■ **ACTIVITY**: Look below for the line containing "# a covariate"; from there through the line containing "tab.values[0, 0] == 1.5", both lines included, please set down each line exactly and nothing else.

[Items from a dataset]
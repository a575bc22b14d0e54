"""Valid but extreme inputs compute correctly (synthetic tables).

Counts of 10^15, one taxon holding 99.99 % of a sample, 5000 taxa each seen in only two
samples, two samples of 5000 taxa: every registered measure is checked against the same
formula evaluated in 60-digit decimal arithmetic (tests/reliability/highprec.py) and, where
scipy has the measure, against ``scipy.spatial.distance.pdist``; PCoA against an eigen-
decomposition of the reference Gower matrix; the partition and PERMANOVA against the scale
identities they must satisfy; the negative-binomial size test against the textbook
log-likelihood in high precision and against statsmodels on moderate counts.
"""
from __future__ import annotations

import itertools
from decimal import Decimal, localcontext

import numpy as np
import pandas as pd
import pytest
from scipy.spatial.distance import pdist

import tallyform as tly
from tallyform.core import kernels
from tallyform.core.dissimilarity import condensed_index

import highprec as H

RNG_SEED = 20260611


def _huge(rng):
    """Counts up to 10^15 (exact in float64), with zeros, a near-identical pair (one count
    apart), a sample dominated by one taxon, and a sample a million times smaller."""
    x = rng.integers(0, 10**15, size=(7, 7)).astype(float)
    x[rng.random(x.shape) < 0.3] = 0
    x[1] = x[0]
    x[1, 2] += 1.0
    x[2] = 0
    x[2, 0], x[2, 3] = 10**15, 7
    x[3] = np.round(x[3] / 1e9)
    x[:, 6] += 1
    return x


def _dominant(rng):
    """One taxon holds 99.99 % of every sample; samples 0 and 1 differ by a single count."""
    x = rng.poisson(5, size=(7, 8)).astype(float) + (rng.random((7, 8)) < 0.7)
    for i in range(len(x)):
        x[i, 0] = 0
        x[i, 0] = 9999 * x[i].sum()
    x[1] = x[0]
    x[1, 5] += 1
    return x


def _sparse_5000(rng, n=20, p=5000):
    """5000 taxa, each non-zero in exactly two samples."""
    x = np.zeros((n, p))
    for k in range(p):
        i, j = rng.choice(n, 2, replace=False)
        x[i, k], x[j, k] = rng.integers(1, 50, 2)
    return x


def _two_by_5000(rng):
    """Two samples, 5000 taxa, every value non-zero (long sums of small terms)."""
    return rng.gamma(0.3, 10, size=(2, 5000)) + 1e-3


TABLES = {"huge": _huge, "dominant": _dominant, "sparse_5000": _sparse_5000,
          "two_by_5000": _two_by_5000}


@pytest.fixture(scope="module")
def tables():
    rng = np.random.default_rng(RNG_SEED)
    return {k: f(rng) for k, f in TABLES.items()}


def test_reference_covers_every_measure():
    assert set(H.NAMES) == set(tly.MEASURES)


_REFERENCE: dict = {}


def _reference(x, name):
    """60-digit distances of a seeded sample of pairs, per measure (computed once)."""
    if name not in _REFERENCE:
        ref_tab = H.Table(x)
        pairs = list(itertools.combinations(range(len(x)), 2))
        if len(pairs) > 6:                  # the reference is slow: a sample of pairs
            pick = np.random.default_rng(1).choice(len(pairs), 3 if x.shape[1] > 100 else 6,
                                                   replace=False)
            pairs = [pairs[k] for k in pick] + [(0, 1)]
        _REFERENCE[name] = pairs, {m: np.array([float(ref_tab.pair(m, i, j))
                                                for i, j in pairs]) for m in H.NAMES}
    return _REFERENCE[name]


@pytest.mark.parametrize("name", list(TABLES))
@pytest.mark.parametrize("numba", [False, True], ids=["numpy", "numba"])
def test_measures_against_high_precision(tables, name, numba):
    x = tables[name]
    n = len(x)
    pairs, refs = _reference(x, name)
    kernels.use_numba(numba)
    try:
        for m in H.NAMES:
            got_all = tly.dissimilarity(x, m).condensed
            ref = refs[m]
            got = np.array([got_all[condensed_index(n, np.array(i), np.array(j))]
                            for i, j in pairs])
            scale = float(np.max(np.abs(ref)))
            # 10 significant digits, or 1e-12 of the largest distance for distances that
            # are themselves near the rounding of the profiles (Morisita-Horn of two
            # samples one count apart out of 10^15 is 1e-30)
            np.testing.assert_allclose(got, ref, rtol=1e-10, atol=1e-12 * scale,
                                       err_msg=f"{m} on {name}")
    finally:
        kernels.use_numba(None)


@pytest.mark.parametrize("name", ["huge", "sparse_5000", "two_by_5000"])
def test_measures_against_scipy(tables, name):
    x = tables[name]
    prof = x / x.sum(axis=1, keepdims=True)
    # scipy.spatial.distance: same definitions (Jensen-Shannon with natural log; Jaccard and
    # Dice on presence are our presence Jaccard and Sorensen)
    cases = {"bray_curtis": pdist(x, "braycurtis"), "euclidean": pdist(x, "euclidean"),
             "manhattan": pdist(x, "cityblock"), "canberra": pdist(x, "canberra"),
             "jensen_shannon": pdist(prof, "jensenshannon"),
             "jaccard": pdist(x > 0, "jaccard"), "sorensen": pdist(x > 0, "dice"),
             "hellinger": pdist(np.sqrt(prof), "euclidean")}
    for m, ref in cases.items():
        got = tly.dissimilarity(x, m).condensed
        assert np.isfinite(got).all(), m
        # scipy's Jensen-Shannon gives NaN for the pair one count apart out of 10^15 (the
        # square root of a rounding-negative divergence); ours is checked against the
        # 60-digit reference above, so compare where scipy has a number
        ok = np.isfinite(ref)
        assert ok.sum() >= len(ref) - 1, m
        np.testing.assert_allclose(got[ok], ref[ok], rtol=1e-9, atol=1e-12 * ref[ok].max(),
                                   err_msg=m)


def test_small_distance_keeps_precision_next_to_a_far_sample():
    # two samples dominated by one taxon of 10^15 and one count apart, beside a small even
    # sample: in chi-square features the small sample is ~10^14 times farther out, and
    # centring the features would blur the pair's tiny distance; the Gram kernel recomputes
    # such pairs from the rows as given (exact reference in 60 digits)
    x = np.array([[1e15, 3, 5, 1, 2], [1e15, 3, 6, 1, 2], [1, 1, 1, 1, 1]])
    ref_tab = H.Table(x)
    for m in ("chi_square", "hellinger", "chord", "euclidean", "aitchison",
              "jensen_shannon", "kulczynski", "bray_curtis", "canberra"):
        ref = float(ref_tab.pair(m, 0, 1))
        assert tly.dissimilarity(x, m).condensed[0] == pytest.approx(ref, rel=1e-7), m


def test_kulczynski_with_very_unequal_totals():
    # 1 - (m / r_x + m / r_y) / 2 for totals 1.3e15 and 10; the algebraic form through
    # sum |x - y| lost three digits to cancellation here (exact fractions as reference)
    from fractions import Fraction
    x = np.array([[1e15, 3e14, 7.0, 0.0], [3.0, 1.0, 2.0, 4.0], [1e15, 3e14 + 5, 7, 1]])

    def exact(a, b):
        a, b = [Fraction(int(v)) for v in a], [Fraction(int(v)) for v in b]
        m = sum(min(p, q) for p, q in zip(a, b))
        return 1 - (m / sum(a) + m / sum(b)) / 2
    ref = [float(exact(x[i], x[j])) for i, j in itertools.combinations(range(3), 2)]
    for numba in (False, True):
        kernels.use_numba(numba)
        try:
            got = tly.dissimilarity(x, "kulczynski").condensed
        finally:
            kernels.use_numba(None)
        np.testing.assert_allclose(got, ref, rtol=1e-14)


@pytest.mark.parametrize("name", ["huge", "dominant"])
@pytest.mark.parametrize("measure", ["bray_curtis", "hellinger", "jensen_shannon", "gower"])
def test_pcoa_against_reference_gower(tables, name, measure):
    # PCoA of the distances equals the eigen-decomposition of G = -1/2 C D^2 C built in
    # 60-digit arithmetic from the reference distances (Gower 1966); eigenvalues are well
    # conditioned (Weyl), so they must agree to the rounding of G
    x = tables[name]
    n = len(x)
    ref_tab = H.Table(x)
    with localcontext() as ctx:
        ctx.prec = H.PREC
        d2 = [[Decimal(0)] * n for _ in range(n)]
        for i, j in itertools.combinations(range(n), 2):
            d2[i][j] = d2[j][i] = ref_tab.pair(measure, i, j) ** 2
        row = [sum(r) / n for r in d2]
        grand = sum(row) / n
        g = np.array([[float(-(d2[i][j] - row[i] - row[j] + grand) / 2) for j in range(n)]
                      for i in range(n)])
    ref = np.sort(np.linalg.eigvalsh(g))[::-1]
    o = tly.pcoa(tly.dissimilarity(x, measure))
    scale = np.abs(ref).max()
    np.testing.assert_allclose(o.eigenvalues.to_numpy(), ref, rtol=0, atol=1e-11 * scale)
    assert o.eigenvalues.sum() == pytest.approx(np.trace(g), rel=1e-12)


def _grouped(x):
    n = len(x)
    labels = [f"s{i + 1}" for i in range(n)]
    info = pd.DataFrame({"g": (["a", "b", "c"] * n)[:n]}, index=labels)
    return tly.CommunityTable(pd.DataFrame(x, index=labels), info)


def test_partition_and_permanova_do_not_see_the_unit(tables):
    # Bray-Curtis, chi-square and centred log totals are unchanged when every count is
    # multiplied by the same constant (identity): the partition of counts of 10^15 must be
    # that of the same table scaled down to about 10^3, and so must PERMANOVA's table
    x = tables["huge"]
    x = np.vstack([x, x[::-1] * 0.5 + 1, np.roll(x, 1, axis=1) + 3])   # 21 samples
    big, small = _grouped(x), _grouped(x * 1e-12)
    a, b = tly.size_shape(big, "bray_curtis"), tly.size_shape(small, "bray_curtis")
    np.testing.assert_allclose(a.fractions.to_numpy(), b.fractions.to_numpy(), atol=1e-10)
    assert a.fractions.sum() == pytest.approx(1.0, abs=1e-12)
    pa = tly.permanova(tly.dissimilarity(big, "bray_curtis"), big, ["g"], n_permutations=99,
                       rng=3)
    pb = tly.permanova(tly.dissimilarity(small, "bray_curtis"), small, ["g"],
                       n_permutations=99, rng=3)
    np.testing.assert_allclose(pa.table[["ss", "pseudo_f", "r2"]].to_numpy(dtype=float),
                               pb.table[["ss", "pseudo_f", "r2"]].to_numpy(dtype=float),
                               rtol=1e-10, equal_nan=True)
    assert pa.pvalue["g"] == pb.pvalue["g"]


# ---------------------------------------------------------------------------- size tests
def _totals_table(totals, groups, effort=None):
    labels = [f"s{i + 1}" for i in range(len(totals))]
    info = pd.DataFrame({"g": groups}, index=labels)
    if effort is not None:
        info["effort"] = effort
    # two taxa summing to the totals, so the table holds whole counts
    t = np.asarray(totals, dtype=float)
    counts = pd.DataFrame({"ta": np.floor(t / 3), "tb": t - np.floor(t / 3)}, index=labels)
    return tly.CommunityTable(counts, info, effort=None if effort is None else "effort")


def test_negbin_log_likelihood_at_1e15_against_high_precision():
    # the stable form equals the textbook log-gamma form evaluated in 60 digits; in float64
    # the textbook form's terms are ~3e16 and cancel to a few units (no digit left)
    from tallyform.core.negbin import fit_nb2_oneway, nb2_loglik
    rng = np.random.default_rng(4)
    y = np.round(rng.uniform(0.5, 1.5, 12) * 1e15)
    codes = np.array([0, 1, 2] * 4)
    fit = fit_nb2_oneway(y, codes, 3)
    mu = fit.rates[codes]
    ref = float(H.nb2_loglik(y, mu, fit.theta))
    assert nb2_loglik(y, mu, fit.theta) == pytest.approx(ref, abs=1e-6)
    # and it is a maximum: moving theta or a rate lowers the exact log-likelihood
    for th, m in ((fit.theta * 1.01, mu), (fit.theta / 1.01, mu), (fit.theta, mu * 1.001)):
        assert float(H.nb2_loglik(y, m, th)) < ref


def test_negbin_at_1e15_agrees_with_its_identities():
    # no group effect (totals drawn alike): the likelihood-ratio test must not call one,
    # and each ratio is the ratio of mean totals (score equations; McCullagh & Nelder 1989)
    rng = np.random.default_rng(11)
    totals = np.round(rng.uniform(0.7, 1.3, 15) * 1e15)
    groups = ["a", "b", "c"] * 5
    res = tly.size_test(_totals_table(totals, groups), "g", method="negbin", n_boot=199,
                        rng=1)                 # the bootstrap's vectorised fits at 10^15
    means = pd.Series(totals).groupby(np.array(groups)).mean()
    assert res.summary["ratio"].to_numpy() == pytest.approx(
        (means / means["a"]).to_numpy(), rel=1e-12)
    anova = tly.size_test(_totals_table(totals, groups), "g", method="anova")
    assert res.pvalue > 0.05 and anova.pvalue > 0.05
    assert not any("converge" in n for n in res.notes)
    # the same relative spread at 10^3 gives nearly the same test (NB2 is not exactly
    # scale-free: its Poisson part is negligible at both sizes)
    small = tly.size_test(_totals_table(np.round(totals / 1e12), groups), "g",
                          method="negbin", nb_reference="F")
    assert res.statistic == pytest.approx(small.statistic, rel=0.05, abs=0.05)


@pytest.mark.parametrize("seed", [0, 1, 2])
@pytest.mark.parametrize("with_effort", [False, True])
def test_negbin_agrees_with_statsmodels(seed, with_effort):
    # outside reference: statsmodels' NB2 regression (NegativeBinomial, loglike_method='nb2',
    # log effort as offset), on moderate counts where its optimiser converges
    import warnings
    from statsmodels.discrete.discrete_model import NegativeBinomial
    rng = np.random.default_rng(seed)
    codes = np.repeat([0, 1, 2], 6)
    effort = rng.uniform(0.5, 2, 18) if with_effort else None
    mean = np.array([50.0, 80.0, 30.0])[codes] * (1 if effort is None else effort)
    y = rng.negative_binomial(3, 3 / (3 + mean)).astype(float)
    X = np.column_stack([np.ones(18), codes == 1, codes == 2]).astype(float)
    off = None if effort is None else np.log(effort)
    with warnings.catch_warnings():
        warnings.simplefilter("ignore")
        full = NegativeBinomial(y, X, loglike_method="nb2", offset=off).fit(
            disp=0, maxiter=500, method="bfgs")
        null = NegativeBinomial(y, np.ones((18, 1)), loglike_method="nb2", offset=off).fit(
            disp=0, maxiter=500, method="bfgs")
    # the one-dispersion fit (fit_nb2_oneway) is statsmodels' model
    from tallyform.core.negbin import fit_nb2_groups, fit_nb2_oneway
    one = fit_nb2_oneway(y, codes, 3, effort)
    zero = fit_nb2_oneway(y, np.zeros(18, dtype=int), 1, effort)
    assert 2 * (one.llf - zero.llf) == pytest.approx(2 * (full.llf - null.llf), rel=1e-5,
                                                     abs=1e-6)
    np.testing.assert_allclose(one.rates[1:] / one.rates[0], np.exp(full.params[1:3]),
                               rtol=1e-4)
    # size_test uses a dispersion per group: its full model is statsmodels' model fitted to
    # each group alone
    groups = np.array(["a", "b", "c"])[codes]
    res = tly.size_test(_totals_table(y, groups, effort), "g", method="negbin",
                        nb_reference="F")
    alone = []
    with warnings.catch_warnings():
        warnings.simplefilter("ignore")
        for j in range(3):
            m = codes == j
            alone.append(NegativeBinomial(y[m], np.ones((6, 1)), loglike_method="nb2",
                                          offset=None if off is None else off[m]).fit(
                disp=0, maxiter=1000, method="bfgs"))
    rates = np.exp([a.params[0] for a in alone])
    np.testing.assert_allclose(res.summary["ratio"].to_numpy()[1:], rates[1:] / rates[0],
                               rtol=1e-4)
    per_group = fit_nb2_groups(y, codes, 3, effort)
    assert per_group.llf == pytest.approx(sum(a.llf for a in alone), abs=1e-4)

--

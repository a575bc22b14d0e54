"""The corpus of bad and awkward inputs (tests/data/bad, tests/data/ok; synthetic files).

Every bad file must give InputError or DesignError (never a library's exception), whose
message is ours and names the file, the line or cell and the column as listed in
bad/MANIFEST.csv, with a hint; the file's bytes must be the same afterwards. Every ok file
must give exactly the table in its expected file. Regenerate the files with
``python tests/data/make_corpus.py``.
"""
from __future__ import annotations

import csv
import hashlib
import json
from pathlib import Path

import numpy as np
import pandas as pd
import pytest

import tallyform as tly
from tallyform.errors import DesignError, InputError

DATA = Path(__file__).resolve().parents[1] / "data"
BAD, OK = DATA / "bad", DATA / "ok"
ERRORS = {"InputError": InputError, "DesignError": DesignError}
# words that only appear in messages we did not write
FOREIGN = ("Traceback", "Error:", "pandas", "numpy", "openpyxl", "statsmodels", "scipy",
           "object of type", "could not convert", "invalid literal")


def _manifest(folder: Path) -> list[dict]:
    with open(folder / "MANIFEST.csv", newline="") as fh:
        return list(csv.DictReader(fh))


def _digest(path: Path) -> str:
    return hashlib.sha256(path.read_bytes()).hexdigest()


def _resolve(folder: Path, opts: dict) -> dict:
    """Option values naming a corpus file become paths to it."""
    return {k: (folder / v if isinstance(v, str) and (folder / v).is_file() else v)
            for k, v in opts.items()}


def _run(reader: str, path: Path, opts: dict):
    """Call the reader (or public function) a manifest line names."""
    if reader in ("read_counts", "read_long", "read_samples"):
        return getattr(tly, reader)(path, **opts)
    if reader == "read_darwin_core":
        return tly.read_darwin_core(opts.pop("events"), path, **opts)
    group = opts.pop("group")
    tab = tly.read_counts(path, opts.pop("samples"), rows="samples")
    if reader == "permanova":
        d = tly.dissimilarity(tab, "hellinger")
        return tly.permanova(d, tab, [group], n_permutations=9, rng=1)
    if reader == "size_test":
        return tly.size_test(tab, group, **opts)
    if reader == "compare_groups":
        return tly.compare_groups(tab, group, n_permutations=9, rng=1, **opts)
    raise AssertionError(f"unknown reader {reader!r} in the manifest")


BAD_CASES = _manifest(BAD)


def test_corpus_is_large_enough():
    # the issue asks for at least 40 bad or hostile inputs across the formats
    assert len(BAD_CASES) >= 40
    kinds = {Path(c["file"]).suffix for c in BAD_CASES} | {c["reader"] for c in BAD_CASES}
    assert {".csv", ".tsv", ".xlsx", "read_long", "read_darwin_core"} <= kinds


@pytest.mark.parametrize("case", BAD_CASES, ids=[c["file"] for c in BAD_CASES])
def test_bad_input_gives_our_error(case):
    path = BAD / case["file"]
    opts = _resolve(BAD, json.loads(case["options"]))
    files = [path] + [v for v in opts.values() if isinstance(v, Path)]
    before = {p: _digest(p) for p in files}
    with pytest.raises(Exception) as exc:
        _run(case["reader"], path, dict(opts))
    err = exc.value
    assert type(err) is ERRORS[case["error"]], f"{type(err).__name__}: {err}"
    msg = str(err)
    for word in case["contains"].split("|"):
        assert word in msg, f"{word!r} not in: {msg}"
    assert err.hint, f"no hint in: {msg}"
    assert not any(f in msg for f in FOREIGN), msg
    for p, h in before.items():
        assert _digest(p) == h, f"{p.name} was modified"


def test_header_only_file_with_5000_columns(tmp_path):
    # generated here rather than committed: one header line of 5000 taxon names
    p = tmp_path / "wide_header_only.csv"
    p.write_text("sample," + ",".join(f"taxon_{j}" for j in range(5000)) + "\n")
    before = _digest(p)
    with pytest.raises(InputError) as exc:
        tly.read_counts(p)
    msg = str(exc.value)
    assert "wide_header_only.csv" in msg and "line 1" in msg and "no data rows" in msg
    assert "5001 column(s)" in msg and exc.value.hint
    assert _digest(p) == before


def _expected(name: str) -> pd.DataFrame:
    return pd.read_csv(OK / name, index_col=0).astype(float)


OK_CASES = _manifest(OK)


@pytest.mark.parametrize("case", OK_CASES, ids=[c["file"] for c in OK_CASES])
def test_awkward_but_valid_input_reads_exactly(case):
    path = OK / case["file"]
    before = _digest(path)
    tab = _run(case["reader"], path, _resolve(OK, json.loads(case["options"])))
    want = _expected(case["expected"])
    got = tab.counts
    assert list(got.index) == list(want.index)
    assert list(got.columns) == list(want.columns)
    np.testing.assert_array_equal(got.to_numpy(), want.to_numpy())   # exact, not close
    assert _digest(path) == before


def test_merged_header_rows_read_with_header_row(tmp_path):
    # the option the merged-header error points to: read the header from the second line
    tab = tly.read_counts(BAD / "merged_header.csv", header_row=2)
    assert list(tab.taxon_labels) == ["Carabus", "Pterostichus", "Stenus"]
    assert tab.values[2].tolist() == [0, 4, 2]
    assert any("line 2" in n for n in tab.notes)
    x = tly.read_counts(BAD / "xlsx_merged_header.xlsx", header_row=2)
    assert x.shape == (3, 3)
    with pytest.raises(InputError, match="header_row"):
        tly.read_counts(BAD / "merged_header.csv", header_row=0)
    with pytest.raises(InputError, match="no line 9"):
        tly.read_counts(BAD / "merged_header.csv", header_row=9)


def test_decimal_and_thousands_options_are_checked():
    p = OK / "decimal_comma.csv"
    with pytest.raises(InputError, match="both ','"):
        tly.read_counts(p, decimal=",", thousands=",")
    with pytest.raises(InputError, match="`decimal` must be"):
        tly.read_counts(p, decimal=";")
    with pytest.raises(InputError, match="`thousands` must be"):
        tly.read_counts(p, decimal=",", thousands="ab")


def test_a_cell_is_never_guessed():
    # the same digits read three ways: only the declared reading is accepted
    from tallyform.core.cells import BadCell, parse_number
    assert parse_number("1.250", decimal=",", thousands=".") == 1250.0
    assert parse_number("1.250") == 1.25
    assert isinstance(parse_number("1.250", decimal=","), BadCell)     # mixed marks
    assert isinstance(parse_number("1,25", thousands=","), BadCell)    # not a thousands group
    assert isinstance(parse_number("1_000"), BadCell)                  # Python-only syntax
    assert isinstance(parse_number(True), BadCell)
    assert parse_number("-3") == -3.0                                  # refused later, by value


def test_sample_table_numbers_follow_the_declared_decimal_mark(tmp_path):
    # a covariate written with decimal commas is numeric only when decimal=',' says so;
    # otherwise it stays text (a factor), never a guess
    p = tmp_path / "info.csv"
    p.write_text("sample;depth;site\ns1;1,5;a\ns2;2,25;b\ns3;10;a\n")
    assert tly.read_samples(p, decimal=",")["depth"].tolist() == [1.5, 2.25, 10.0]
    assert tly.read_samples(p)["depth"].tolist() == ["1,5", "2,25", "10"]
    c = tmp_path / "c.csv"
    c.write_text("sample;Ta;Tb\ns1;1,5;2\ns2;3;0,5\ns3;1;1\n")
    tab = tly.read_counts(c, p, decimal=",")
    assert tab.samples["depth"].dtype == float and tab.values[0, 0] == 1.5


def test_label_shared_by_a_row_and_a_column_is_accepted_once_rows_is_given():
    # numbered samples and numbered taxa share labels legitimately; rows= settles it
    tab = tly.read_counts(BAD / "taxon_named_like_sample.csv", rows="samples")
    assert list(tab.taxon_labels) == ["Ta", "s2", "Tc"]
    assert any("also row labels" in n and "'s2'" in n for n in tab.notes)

...

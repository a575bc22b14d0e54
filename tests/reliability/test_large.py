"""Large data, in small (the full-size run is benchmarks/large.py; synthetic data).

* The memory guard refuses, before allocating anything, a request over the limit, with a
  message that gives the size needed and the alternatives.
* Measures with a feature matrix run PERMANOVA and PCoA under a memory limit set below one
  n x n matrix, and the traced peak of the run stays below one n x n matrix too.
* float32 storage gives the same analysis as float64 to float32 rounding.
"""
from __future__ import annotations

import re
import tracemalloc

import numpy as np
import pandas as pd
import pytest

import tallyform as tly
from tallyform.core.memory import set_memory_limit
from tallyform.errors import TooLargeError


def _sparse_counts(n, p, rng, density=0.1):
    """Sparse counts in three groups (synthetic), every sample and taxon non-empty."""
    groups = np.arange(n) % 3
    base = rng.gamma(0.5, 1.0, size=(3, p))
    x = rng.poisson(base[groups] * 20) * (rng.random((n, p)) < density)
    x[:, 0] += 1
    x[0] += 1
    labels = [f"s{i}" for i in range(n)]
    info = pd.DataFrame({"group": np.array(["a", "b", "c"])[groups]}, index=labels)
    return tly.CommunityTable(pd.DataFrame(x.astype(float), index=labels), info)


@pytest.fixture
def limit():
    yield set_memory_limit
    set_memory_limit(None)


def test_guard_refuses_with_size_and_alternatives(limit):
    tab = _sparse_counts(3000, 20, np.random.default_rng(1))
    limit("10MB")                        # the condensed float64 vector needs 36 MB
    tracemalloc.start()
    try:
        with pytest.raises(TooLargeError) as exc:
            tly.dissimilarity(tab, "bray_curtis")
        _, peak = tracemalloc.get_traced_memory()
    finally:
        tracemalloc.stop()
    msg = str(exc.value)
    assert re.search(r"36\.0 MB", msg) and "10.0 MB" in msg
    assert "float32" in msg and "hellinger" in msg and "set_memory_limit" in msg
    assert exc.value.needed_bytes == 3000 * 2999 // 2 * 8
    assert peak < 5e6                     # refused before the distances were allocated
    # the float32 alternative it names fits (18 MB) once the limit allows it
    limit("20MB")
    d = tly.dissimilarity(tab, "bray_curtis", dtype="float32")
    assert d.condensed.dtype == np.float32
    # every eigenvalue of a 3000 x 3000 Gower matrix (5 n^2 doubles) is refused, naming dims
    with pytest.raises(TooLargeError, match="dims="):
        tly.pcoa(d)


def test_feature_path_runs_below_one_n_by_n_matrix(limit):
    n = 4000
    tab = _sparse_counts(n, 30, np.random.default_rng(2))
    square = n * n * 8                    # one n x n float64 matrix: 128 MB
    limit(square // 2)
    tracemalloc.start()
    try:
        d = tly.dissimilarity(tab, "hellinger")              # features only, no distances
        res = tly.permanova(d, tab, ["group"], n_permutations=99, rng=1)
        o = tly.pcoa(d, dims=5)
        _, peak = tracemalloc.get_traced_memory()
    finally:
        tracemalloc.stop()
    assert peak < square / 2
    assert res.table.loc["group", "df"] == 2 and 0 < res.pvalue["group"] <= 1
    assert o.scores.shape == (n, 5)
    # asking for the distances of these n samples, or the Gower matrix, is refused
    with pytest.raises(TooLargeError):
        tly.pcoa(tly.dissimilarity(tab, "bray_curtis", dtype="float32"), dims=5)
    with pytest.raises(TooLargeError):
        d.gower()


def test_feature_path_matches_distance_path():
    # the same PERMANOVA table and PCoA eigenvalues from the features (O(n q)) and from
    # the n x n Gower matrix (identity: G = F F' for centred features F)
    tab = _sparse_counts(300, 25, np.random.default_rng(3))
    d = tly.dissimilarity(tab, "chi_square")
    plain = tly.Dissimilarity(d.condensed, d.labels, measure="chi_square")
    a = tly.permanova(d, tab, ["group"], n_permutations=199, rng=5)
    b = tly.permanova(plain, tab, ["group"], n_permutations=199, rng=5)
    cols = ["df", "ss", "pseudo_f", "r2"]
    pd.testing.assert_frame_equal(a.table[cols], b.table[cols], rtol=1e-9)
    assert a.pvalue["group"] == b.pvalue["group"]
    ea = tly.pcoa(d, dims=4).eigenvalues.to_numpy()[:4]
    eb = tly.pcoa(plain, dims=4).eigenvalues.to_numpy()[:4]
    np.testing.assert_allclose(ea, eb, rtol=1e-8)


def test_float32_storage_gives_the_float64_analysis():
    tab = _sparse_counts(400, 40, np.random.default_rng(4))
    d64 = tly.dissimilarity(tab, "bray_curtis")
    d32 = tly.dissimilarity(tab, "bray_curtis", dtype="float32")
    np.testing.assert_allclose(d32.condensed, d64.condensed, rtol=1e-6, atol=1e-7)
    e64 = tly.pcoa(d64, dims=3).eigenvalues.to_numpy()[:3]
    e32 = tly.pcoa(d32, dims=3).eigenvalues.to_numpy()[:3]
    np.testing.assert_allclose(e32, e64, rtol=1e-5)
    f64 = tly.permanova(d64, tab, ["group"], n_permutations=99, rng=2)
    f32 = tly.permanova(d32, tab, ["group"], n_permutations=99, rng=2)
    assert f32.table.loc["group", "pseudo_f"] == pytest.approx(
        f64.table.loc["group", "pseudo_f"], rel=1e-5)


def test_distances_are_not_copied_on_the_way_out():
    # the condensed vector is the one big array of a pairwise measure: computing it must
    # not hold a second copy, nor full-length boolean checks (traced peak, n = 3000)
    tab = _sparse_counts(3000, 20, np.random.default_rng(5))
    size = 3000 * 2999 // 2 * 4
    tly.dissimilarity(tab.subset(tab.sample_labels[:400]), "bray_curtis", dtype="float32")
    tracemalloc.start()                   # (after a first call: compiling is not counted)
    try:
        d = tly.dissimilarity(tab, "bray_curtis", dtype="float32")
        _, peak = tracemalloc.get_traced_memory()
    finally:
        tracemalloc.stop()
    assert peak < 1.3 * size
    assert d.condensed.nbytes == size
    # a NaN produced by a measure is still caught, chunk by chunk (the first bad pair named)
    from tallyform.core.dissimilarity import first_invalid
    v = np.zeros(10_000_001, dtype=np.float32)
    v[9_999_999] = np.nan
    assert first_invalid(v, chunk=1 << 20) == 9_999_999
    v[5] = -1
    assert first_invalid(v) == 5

■ **SOLUTION TO THIS TASK**:
    # a covariate written with decimal commas is numeric only when decimal=',' says so;
    # otherwise it stays text (a factor), never a guess
    p = tmp_path / "info.csv"
    p.write_text("sample;depth;site\ns1;1,5;a\ns2;2,25;b\ns3;10;a\n")
    assert tly.read_samples(p, decimal=",")["depth"].tolist() == [1.5, 2.25, 10.0]
    assert tly.read_samples(p)["depth"].tolist() == ["1,5", "2,25", "10"]
    c = tmp_path / "c.csv"
    c.write_text("sample;Ta;Tb\ns1;1,5;2\ns2;3;0,5\ns3;1;1\n")
    tab = tly.read_counts(c, p, decimal=",")
    assert tab.samples["depth"].dtype == float and tab.values[0, 0] == 1.5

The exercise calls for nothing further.